The 95% confidence for the proportion of atheism in Spain in 2005 is (0.083, 0.1177) and in 2012 is (0.0734, 0.1065). Since there is overlap between the two confidence intervals, there is convincing evidence that Spain has not seen a change in its atheism index between 2005 and 2012.

2. Is there convincing evidence that the United States has seen a change in its atheism index between 2005 and 2012?

Answer:

us05 <- subset(atheism, nationality == "United States" & year == "2005")
inference(us05$response, est = "proportion", type = "ci", method = "theoretical", success = "atheist")

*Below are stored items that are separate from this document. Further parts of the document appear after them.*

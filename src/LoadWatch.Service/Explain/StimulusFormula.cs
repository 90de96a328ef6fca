using System.Globalization;
using LoadWatch.Stimulus;

namespace LoadWatch.Service.Explain;

/// <summary>How a channel is read for what it asked of the motor units, and after whom.</summary>
internal sealed record StimulusFormula(string Formula, string Source)
{
    /// <summary>When a day of a region is heavy or fast.</summary>
    public const string HeavyOrFast = "heavy or fast: 3 hard bouts (3 s or more at a relative drive of 0.70), or 6 hard repetitions in 2 sets (a choice; mid values)";

    private const string Pool = "the pool of 120 motor units of Potvin and Fuglevand 2017, PLoS Comput Biol 13(6):e1005581; how intensity becomes drive is an assumption";

    /// <summary>Null where nothing was read.</summary>
    public static StimulusFormula? Of(string channel) => channel switch
    {
        StimulusChannels.Power => new("drive 0.65 at critical power, 1 at the maximal power that what is left of W' allows; class seconds = recruited share of the class x time", Pool),
        StimulusChannels.Speed => new("drive 0.65 at critical speed, 1 at the maximal speed that what is left of D' allows; slopes as the speed on the level of the same cost", $"{Pool}; slopes by Minetti et al. 2002"),
        StimulusChannels.HeartRate => new("drive 0.65 at the second threshold (85 % of the reserve where none is anchored), in proportion below", Pool),
        StimulusChannels.Sets => new("drive = load / capacity, which falls evenly from the rested maximum to the load at the repetition that fails", Pool),
        StimulusChannels.Declared => new("taken as staff declared it", "no source: a statement"),
        _ => null,
    };

    public static string Of(Grade grade) => grade switch
    {
        Grade.A => "demand and maximum measured",
        Grade.B => "one of them estimated from own bests, or a lower bound of a logged set",
        Grade.C => "inferred",
        Grade.D => "a lower bound, declared, or without load",
        _ => "heart rate only: bouts unknown, never none",
    };

    /// <summary>What no measurement stands behind; nothing where nothing was read.</summary>
    /// <param name="age">Full years on the date, or null where unknown.</param>
    public static IEnumerable<string> Assumptions(string channel, int? age) => channel is StimulusChannels.None or StimulusChannels.Declared
        ? []
        :
        [
            $"the low and high ends of each band are the same session read with large units joining late and early (recruitment range 70 and 30, usually 50; {Spans(age)} either way)",
        ];

    private static string Spans(int? age)
    {
        var older = Variants.Of(age) == Variants.Older;
        var critical = (Variants.Of(age).High.CriticalDrive - Variant.Mid.CriticalDrive).ToString("0.###", CultureInfo.InvariantCulture);
        return $"class shares {(older ? 15 : 10)} points and critical drive {critical}{(older ? $" from {Variants.OlderFrom} years on" : "")}";
    }
}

## Single proportion -- success: atheist 
## Summary statistics:

## p_hat = 0.01 ;  n = 1002 
## Check conditions: number of successes = 10 ; number of failures = 992 
## Standard error = 0.0031 
## 95 % Confidence interval = ( 0.0038 , 0.0161 )

The 95% confidence for the proportion of atheism in the United States in 2005 is (0.0038, 0.0161) and in 2012 is (0.0364, 0.0634). Since there is no overlap between the two confidence intervals, there is convincing evidence that the United States has seen a change in its atheism index between 2005 and 2012.

2. If in fact there has been no change in the atheism index in the countries listed in Table 4, in how many of those countries would you expect to detect a change (at a significance level of 0.05) simply by chance? Hint: Look in the textbook index under Type 1 error.

Answer:

Table 4 has 39 countries in total and with a significance level of 0.05: 39X0.05 = 1.95 countries we would expect to detect a change simply by chance.

3. Suppose you’re hired by the local government to estimate the proportion of residents that attend a religious service on a weekly basis. According to the guidelines, the estimate must have a margin of error no greater than 1% with 95% confidence. You have no idea what to expect for p. How many people would you have to sample to ensure that you are within the guidelines? Hint: Refer to your plot of the relationship between p and margin of error. Do not use the data set to answer this question.

Answer:

At p = 0.5, the margin of error has its maximum value, therefore:

0.01 = 1.96 X (square root(((0.5*0.5)/n)))

n= (0.5*0.5)/(0.01/1.96)^2

(.5*.5)/(.01/1.96)^2

## [1] 9604

We would need to sample at least 9604 residents to ensure that the margin of error is no greater than 1% with 95% confidence.